Canadian Taxpayers Federation released a report last week warning Manitobans about the province’s increasing debt.
“Billions of taxpayers’ dollars are being wasted on debt interest payments because the government is irresponsibly borrowing too much money,” said Gage Haubrich, CTF prairie director.
“The government needs a plan to find savings and dig Manitoba out of this financial hole.”
The CTF report details how the provincial government has increased the debt since 2016-17.
Key findings of the report include:
- Manitoba government debt has increased by 61 per cent from 2016-17 to 2025-26
- Each Manitoban’s per capita share of the provincial debt is about $24,831
- Debt interest payments have cost taxpayers almost $18 billion since 2016-17
- Debt interest payments represent about 21 per cent of provincial government tax revenues.
The government will waste $2.3 billion on debt interest payments this year.
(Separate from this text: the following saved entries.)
"""The race file: read, checked, defaults filled in; a frozen Race, and others made from it."""

from pacing.race.race import PlanSettings, Race, Uncertainty
from pacing.race.read import load_race
from pacing.race.variant import vary

__all__ = ["PlanSettings", "Race", "Uncertainty", "load_race", "vary"]
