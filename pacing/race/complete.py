"""What several keys say together, and the defaults that follow from other keys."""

from __future__ import annotations

from collections.abc import Mapping
from typing import Any

from pacing.air.wind import LOW_HEIGHT_M
from pacing.bike import BEARINGS
from pacing.errors import CannotBeRiddenError
from pacing.race.check import Checked
from pacing.race.lines import Path
from pacing.race.origin import quoted
from pacing.rider import LONG_DECLINE_SHARE
from pacing.rider.power_time import three_parameter_power_w, two_parameter_power_w

FIRST_30_S_SHARE = 1.3
RESERVE_KJ = 2.5
HELD_S = 180.0
MAX_SPEED_DRY_KMH = 70.0
MAX_SPEED_WET_KMH = 65.0


def completed(table: dict[str, Any], checked: Checked) -> dict[str, Any]:
    """The checked ``table`` with every computed default that needs no course.

    Raises `UnusableInputError` where keys contradict each other, `CannotBeRiddenError` for a
    reserve above W′.
    """
    _positions(table["rider"], checked)
    _power(table["rider"], table["plan"], checked)
    _bike(table["bike"], checked)
    _air(table, checked)
    _stretches(table["course"], checked)
    rider, plan = table["rider"], table["plan"]
    if rider["max_speed_kmh"] is None:
        rider["max_speed_kmh"] = MAX_SPEED_DRY_KMH if plan["dry"] else MAX_SPEED_WET_KMH
    return table


def _positions(rider: dict[str, Any], checked: Checked) -> None:
    names: list[str] = []
    for number, position in enumerate(rider["positions"]):
        position["name"] = position["name"] or f"position {number + 1}"
        if position["name"] in names:
            raise checked.origins.error(
                ("rider", "positions", number, "name"),
                f"{quoted(position['name'])} a second time",
                expected="a name of its own for every position",
            )
        names.append(position["name"])
        slowest, fastest = position["min_speed_kmh"], position["max_speed_kmh"]
        if slowest is not None and fastest is not None and fastest <= slowest:
            raise checked.origins.error(
                ("rider", "positions", number, "max_speed_kmh"),
                f"{fastest:g} with min_speed_kmh {slowest:g}",
                expected=f"more than {slowest:g}",
            )
    tested = rider["tested_position"] or names[0]
    if tested not in names:
        raise checked.origins.error(
            ("rider", "tested_position"),
            f"no position is called {quoted(tested)}",
            expected="one of " + ", ".join(quoted(name) for name in names),
        )
    rider["tested_position"] = tested
    share = rider["positions"][names.index(tested)]["power_share"]
    if share != 1.0:
        raise checked.origins.error(
            ("rider", "positions", names.index(tested), "power_share"),
            f"{share:g} in the position that critical power was tested in",
            expected="1",
            mend="name the other position in rider.tested_position, or leave power_share out",
        )


def _power(rider: dict[str, Any], plan: dict[str, Any], checked: Checked) -> None:
    critical, w_prime_kj, peak = (
        rider["critical_power_w"], rider["w_prime_kj"], rider["peak_power_w"]
    )  # fmt: skip
    if rider["fit_form"] == "three-parameter" and peak is None:
        raise checked.origins.error(
            ("rider", "peak_power_w"), "missing", expected="the third parameter of the fit"
        )
    if peak is not None and peak <= critical:
        raise checked.origins.error(
            ("rider", "peak_power_w"),
            f"{peak:g}",
            expected=f"more than critical_power_w {critical:g}",
        )
    if rider["long_decline_w"] is None:
        rider["long_decline_w"] = LONG_DECLINE_SHARE * critical
    if plan["reserve_kj"] is None:
        plan["reserve_kj"] = min(RESERVE_KJ, w_prime_kj / 2.0)
    if plan["reserve_kj"] > w_prime_kj:
        error = checked.origins.error(
            ("plan", "reserve_kj"),
            f"{plan['reserve_kj']:g} kJ cannot be kept: W′ is {w_prime_kj:g} kJ from the start",
            expected=f"at most {w_prime_kj:g}",
        )
        raise CannotBeRiddenError(str(error))
    if plan["max_power_w"] is None:
        plan["max_power_w"] = _held_w(rider)
    if plan["first_30_s_max_w"] is None:
        plan["first_30_s_max_w"] = FIRST_30_S_SHARE * critical
    for name in ("max_power_w", "first_30_s_max_w"):
        if plan[name] < plan["min_power_w"]:
            raise checked.origins.error(
                ("plan", "min_power_w"),
                f"{plan['min_power_w']:g} is above {name} {plan[name]:g}",
                expected=f"at most {plan[name]:g}",
            )


def _held_w(rider: Mapping[str, Any]) -> float:
    """Power that can be held for three minutes, by the rider's own fit."""
    fit = {
        "critical_power_w": rider["critical_power_w"],
        "w_prime_j": rider["w_prime_kj"] * 1000.0,
    }
    peak = rider["peak_power_w"]
    if rider["fit_form"] == "three-parameter":
        return float(three_parameter_power_w(HELD_S, **fit, peak_power_w=peak))
    held = float(two_parameter_power_w(HELD_S, **fit))
    return held if peak is None else min(held, peak)


def _bike(bike: dict[str, Any], checked: Checked) -> None:
    given = checked.given.get("bike", {})
    numbers = [name for name in ("bearing_n", "bearing_n_per_m_s") if given.get(name) is not None]
    words = given.get("bearing_drag")
    if words is not None and (bike["bearing_n"], bike["bearing_n_per_m_s"]) == BEARINGS[words]:
        return
    if numbers and words is not None:
        raise checked.origins.error(
            ("bike", "bearing_drag"),
            f"given beside {' and '.join(numbers)}",
            expected="either the words or the two numbers",
        )
    if len(numbers) == 1:
        other = "bearing_n_per_m_s" if numbers[0] == "bearing_n" else "bearing_n"
        raise checked.origins.error(
            ("bike", other), "missing", expected=f"a number, since {numbers[0]} is given"
        )
    if numbers:
        bike["bearing_drag"] = None
    else:
        bike["bearing_n"], bike["bearing_n_per_m_s"] = BEARINGS[bike["bearing_drag"]]


def _air(table: dict[str, Any], checked: Checked) -> None:
    air, plan = table["air"], table["plan"]
    hours = air["hours"]
    for path, weather in _weathers(air):
        _pressure(weather, path, checked)
    if hours:
        for number in range(1, len(hours)):
            if hours[number]["at"] <= hours[number - 1]["at"]:
                raise checked.origins.error(
                    ("air", "hours", number, "at"),
                    f"{hours[number]['at']} after {hours[number - 1]['at']}",
                    expected="hours in the order of the clock",
                )
        if plan["start"] is None:
            raise checked.origins.error(
                ("plan", "start"),
                "missing",
                expected='a clock such as "09:30", since air.hours depends on it',
            )
    if plan["start"] is None:
        plan["start"] = "00:00"
    path, weather = _weathers(air)[0]
    given = checked.given.get("air", {})
    named = "surroundings" in given or any(
        "surroundings" in hour for hour in given.get("hours", [])
    )
    if not named and weather["wind_speed_m_s"] and weather["wind_height_m"] > LOW_HEIGHT_M:
        checked.caution(
            ("air", "surroundings"), 'not given, so "farmland" (about half the forecast wind)'
        )


def _weathers(air: dict[str, Any]) -> list[tuple[Path, dict[str, Any]]]:
    if not air["hours"]:
        return [(("air",), air)]
    return [(("air", "hours", number), hour) for number, hour in enumerate(air["hours"])]


def _pressure(weather: dict[str, Any], path: Path, checked: Checked) -> None:
    station, height = weather["station_pressure_hpa"], weather["station_height_m"]
    if station is not None and weather["pressure_hpa"] is not None:
        raise checked.origins.error(
            (*path, "station_pressure_hpa"),
            "given beside pressure_hpa",
            expected="one of the two",
            mend="keep the one at mean sea level, or the station's with its height",
        )
    if station is not None and height is None:
        raise checked.origins.error(
            (*path, "station_height_m"), "missing", expected="the station's height in metres"
        )
    if station is None and height is not None:
        raise checked.origins.error(
            (*path, "station_height_m"),
            "given without station_pressure_hpa",
            expected="both or neither",
        )


def _stretches(course: dict[str, Any], checked: Checked) -> None:
    for number, stretch in enumerate(course["stretches"]):
        if stretch["to_km"] <= stretch["from_km"]:
            raise checked.origins.error(
                ("course", "stretches", number, "to_km"),
                f"{stretch['to_km']:g} after from_km {stretch['from_km']:g}",
                expected=f"more than {stretch['from_km']:g}",
            )
    start, end = course["from_km"], course["to_km"]
    if start is not None and end is not None and end <= start:
        raise checked.origins.error(
            ("course", "to_km"), f"{end:g} after from_km {start:g}", expected=f"more than {start:g}"
        )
Debt interest payments cost taxpayers more money than all but the two largest government departments.
The government pays more in debt interest payments than it collects in education property taxes, the health and education tax, corporation taxes, fuel taxes and the land transfer tax combined.
“This report should be a wakeup call for the government that Manitobans can’t afford any more debt,” Haubrich said.
“Premier Wab Kinew needs to control spending and work to pay down Manitoba’s increasing debt.”
The Manitoba Debt Report can be found online at www.taxpayer.com.